» Problem to work on
What is the number of lines in the following data that contain "before"? Answer with the number alone.

# # #

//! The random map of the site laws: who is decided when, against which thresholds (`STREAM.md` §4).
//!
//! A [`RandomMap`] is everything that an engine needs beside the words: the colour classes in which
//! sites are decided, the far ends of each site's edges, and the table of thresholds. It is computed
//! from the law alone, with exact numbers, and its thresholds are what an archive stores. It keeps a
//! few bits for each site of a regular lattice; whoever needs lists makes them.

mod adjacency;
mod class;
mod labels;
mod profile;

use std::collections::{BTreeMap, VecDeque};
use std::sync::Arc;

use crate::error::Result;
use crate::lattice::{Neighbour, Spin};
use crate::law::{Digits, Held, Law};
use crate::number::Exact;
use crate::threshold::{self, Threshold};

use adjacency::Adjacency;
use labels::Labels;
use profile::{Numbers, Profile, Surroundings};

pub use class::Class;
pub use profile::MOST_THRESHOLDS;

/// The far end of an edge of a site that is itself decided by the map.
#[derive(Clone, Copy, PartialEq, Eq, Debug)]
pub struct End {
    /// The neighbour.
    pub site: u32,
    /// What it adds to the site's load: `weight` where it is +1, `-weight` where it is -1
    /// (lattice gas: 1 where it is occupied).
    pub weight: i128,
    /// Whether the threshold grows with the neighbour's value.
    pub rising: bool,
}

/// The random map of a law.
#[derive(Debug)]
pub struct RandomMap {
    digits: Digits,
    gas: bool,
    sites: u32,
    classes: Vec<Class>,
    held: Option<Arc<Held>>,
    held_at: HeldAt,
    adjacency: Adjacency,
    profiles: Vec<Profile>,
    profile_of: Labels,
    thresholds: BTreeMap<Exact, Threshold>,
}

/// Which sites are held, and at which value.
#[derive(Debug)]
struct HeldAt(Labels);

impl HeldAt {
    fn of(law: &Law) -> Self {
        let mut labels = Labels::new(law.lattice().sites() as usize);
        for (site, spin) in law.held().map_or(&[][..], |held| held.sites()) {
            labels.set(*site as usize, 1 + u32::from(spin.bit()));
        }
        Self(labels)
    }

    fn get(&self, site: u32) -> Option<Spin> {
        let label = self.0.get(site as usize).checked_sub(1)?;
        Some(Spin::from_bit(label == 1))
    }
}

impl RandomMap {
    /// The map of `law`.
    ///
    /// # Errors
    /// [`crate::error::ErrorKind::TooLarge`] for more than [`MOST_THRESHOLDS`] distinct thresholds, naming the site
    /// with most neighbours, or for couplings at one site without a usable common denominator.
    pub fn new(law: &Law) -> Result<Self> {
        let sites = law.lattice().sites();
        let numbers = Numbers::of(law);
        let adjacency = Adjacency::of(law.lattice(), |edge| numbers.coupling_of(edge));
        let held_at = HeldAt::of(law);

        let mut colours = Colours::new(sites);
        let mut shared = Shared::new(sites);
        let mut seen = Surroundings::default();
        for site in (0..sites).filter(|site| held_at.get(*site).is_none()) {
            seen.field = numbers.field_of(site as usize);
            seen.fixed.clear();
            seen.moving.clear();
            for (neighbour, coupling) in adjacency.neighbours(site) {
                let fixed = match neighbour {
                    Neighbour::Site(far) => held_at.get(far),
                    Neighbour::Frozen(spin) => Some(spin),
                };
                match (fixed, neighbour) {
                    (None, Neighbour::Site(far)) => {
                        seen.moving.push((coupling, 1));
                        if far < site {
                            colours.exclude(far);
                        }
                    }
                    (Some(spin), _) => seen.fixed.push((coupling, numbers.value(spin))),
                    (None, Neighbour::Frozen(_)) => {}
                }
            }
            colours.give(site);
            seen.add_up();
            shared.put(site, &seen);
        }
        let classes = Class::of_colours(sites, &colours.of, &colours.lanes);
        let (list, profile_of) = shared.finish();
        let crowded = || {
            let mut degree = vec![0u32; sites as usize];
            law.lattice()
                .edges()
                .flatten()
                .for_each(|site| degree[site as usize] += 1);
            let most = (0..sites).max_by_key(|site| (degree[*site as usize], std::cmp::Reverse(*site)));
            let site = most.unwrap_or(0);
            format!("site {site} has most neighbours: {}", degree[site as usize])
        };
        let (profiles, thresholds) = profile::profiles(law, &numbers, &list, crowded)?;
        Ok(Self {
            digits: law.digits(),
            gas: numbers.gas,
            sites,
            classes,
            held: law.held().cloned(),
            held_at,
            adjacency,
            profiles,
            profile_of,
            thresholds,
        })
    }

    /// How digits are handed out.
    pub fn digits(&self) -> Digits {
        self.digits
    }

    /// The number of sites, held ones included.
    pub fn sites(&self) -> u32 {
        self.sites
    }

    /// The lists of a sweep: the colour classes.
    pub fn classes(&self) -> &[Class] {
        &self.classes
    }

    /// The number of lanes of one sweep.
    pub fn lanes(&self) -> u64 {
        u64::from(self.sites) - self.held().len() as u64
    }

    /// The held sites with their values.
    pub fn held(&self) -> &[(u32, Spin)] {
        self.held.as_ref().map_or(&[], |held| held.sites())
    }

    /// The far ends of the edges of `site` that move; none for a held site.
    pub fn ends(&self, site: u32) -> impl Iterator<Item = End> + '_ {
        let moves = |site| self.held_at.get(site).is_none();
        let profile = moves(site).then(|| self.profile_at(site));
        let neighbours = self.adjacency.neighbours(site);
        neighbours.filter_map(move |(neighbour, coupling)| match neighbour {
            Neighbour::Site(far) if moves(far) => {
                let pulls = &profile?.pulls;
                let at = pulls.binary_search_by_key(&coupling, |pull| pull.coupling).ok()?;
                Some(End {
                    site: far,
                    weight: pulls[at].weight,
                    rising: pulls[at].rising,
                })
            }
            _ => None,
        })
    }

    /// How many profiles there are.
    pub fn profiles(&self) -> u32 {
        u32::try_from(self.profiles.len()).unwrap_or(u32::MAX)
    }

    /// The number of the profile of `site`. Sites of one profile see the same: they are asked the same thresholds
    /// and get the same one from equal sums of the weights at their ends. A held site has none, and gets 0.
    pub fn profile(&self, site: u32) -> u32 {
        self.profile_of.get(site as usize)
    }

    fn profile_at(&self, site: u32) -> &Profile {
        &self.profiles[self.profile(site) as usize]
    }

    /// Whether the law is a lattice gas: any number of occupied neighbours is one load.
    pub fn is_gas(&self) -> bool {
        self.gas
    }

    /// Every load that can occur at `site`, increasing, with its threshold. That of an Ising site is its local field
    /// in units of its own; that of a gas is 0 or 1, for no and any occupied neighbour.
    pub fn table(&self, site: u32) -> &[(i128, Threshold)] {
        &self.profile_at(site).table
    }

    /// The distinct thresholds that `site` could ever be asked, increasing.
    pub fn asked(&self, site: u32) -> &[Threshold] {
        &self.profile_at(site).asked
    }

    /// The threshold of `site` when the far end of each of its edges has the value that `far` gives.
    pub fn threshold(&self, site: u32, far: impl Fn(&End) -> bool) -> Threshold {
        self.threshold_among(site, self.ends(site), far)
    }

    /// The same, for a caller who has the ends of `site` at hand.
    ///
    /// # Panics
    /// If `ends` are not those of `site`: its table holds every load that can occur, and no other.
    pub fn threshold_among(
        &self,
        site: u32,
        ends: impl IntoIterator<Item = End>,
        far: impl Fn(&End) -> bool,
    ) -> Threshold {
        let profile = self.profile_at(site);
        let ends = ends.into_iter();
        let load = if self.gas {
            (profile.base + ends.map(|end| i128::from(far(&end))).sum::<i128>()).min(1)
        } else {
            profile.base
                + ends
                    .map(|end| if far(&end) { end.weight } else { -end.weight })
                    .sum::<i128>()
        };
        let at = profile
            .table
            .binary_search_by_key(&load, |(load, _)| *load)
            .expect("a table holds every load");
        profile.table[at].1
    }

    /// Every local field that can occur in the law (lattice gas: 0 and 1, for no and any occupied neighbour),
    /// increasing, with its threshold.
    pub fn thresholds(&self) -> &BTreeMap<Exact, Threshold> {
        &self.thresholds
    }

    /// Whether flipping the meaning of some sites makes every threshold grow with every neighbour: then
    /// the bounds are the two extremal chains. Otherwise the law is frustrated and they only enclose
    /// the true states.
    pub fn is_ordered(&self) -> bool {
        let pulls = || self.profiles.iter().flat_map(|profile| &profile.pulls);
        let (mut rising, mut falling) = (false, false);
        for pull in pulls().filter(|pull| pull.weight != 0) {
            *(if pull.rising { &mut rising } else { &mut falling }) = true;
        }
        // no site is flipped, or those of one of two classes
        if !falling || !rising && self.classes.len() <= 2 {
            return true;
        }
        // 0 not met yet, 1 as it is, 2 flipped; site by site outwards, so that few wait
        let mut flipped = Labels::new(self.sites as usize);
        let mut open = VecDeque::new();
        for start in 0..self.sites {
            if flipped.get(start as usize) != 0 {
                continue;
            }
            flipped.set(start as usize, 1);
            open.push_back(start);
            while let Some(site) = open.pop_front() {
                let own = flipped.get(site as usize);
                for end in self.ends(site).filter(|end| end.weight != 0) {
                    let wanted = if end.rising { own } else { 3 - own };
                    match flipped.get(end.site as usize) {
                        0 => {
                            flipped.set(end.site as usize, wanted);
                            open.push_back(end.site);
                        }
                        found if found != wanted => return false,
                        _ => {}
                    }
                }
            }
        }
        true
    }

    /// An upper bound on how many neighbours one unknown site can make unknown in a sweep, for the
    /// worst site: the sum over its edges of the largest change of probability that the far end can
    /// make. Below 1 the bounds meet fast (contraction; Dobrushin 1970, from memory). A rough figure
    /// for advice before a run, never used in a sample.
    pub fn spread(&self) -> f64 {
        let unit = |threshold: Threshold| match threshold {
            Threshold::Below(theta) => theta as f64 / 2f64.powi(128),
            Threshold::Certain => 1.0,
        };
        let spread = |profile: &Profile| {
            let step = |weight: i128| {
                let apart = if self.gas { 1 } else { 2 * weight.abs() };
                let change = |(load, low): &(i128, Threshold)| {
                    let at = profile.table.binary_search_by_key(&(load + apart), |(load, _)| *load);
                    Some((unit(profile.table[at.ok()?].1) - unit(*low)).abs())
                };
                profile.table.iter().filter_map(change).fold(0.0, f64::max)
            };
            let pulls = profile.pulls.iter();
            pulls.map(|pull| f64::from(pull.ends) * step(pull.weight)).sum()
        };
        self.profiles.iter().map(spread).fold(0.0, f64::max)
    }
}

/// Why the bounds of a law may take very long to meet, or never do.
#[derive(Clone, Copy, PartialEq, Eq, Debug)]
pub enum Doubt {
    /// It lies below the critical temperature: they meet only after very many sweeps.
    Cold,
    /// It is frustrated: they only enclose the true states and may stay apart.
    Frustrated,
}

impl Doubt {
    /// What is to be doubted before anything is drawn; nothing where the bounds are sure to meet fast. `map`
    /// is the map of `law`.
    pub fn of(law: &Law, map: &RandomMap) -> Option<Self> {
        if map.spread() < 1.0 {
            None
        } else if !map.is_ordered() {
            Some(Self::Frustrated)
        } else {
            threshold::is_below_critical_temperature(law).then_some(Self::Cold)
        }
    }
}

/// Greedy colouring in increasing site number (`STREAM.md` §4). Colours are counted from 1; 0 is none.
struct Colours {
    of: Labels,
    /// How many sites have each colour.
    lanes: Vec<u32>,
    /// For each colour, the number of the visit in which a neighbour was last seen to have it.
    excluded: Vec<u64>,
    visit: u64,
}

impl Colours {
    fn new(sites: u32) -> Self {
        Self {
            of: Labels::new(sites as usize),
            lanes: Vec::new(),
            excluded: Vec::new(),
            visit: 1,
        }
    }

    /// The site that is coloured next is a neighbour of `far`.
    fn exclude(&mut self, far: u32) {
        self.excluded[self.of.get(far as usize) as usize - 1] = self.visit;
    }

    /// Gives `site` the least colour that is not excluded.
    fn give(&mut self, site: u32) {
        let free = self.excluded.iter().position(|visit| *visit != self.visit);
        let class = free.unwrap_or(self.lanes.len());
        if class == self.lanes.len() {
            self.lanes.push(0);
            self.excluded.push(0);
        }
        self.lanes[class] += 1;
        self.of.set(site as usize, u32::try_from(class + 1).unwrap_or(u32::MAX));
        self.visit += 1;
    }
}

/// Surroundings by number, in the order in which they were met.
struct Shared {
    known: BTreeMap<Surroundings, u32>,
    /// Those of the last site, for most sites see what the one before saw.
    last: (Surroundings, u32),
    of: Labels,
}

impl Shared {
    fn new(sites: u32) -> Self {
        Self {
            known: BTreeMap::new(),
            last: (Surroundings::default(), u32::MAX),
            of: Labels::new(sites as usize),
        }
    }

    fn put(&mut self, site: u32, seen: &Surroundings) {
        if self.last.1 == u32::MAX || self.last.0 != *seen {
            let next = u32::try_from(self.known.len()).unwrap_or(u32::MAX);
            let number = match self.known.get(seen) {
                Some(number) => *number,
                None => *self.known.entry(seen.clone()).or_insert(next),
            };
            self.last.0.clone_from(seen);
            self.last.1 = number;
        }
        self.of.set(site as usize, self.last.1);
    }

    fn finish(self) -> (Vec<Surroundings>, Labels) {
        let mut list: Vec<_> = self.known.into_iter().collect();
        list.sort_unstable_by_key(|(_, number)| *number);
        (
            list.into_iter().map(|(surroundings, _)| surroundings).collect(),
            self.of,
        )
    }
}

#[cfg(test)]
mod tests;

# # #

» Written answer
3